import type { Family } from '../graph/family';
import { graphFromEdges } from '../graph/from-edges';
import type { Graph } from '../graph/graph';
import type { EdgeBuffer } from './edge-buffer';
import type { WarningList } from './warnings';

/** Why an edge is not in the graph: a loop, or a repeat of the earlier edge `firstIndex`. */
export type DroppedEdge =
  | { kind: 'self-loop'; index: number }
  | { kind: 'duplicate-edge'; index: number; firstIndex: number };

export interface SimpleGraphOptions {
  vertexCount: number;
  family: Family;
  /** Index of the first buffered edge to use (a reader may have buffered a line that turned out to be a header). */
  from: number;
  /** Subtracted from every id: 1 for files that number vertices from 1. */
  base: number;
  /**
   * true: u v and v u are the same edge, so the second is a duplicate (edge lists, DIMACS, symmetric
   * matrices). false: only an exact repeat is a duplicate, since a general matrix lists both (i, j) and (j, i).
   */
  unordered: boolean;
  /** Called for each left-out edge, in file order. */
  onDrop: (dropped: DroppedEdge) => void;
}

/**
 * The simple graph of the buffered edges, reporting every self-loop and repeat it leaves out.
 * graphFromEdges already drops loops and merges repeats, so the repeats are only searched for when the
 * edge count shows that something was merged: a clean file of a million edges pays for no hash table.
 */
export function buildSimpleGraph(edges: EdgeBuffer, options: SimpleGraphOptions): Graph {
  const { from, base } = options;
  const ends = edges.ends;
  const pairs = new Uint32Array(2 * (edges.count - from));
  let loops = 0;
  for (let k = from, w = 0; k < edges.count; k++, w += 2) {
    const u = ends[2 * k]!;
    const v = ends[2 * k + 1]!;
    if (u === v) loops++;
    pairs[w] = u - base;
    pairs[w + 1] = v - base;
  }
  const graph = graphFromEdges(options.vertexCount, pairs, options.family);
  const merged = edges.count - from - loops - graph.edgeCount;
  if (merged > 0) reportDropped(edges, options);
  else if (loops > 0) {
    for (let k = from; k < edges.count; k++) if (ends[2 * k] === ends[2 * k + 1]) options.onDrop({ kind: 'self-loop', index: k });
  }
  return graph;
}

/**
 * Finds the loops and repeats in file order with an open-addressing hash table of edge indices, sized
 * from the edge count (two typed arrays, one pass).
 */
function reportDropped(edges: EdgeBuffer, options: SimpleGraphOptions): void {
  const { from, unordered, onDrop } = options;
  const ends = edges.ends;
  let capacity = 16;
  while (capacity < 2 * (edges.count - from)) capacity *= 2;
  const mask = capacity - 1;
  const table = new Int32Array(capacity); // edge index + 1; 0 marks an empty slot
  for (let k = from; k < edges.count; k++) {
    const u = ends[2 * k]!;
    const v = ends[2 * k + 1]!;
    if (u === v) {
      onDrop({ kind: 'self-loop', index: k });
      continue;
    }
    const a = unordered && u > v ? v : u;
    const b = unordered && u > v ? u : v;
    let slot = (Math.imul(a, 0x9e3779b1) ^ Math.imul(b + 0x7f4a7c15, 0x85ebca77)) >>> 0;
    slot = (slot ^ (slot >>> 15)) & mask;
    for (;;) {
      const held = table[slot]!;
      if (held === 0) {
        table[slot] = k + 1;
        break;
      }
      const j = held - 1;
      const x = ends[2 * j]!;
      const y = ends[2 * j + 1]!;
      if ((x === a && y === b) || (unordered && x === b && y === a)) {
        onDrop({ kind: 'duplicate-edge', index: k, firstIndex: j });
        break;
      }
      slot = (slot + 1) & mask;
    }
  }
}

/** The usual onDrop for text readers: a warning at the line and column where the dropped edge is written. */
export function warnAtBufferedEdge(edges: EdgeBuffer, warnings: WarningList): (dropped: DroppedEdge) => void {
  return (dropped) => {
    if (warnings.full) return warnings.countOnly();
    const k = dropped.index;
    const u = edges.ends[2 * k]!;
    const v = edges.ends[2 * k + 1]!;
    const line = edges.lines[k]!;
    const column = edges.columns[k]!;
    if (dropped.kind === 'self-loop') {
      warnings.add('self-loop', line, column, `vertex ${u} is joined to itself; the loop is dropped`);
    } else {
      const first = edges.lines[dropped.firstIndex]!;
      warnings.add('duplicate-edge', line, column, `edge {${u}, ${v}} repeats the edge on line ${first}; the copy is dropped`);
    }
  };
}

----

▶ WHAT THIS TASK INVOLVES
Once you reach the line with "no hash table." in the data above, copy it and every line after it exactly, up to and including the line with "const b = unordered && u > v ? u : v;".

▶ ANSWER TO THIS PROBLEM
 * edge count shows that something was merged: a clean file of a million edges pays for no hash table.
 */
export function buildSimpleGraph(edges: EdgeBuffer, options: SimpleGraphOptions): Graph {
  const { from, base } = options;
  const ends = edges.ends;
  const pairs = new Uint32Array(2 * (edges.count - from));
  let loops = 0;
  for (let k = from, w = 0; k < edges.count; k++, w += 2) {
    const u = ends[2 * k]!;
    const v = ends[2 * k + 1]!;
    if (u === v) loops++;
    pairs[w] = u - base;
    pairs[w + 1] = v - base;
  }
  const graph = graphFromEdges(options.vertexCount, pairs, options.family);
  const merged = edges.count - from - loops - graph.edgeCount;
  if (merged > 0) reportDropped(edges, options);
  else if (loops > 0) {
    for (let k = from; k < edges.count; k++) if (ends[2 * k] === ends[2 * k + 1]) options.onDrop({ kind: 'self-loop', index: k });
  }
  return graph;
}

/**
 * Finds the loops and repeats in file order with an open-addressing hash table of edge indices, sized
 * from the edge count (two typed arrays, one pass).
 */
function reportDropped(edges: EdgeBuffer, options: SimpleGraphOptions): void {
  const { from, unordered, onDrop } = options;
  const ends = edges.ends;
  let capacity = 16;
  while (capacity < 2 * (edges.count - from)) capacity *= 2;
  const mask = capacity - 1;
  const table = new Int32Array(capacity); // edge index + 1; 0 marks an empty slot
  for (let k = from; k < edges.count; k++) {
    const u = ends[2 * k]!;
    const v = ends[2 * k + 1]!;
    if (u === v) {
      onDrop({ kind: 'self-loop', index: k });
      continue;
    }
    const a = unordered && u > v ? v : u;
    const b = unordered && u > v ? u : v;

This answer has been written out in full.